Die vollständige Kursbeschreibung finden Sie im LI-Programm für das 1. Schulhalbjahr 2019/20. Die Anmeldung ist ab dem 20.06.19 und nur über das TISS-System möglich (1921V0404).

Aufbaukurs 2 am Institut für Lehrerbildung und Schulentwicklung am 26.11.2019 von 15.00 – 18.00 Uhr

Die Eltern geflüchteter Kinder – mit interkulturellem Wissen die Beziehung fruchtbar gestalten

Die Eltern sind die wichtigsten Personen im Leben von Kindern und das umso mehr, wenn diese – wie geflüchtete Kinder – besondere Schwierigkeiten bewältigen und verarbeiten müssen. Zugleich sind viele der geflüchteten Eltern trotz großer Ressourcen ihrerseits durch Krieg und Flucht und eine aktuell ungewisse Lebenssituation oft  geschwächt. Auch stoßen sie mit den kulturellen Gepflogenheiten ihrer Heimatländer hier öfter an Grenzen …
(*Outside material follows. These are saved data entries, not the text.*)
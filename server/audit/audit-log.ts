import type { Db } from '../db/database.js';
import { auditLog } from '../db/schema.js';

/** One entry of the append-only audit trail. */
export interface AuditEntry {
  /** E-mail of the person acting, or `system`. */
  actor: string;
  /** What happened, e.g. `calibration.activate`, `user.create`. */
  action: string;
  /** What it happened to, e.g. `calibration:3`, `user:lead@tiltwatch.example`. */
  subject: string;
  oldValue?: unknown;
  newValue?: unknown;
  reason?: string | null;
  /** When it happened, when recorded later than it happened (default: the time of writing). */
  at?: Date;
}

type Writer = Pick<Db, 'insert'>;

/** Appends an entry; pass a transaction as `db` to make it part of the change it records. */
export async function appendAudit(db: Writer, entry: AuditEntry): Promise<void> {
  await appendAuditEntries(db, [entry]);
}

/** Appends several entries in one statement (e.g. queued operator actions). */
export async function appendAuditEntries(db: Writer, entries: readonly AuditEntry[]): Promise<void> {
  if (entries.length === 0) return;
  await db.insert(auditLog).values(
    entries.map((entry) => ({
      actor: entry.actor,
      action: entry.action,
      subject: entry.subject,
      oldValue: entry.oldValue ?? null,
      newValue: entry.newValue ?? null,
      reason: entry.reason ?? null,
      ...(entry.at ? { at: entry.at } : {}),
    })),
  );
}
Zunächst geht es um die Frage von Flucht und Identität: Was geht durch Flucht verloren? Was bleibt? Was ist der „Gewinn“? Und was bedeutet dies für den Umgang mit dem neuen Lebensumfeld, wie zum Beispiel der Schule?

Dann befassen wir uns mit unterschiedlichen kulturellen Gepflogenheiten und Regularien …

Auf dieser Basis beschäftigen wir uns mit konkreten Möglichkeiten, den Kontakt zu den Eltern kooperativ gestalten. So können sie ihren wichtigen Part der Stabilisierung ihrer Kinder wirksamer wahrnehmen.

Die vollständige Kursbeschreibung finden Sie im LI-Programm für das 1. Schulhalbjahr 2019/20. Die Anmeldung ist ab dem 20.06.19 und nur über das TISS-System möglich (1921V0405).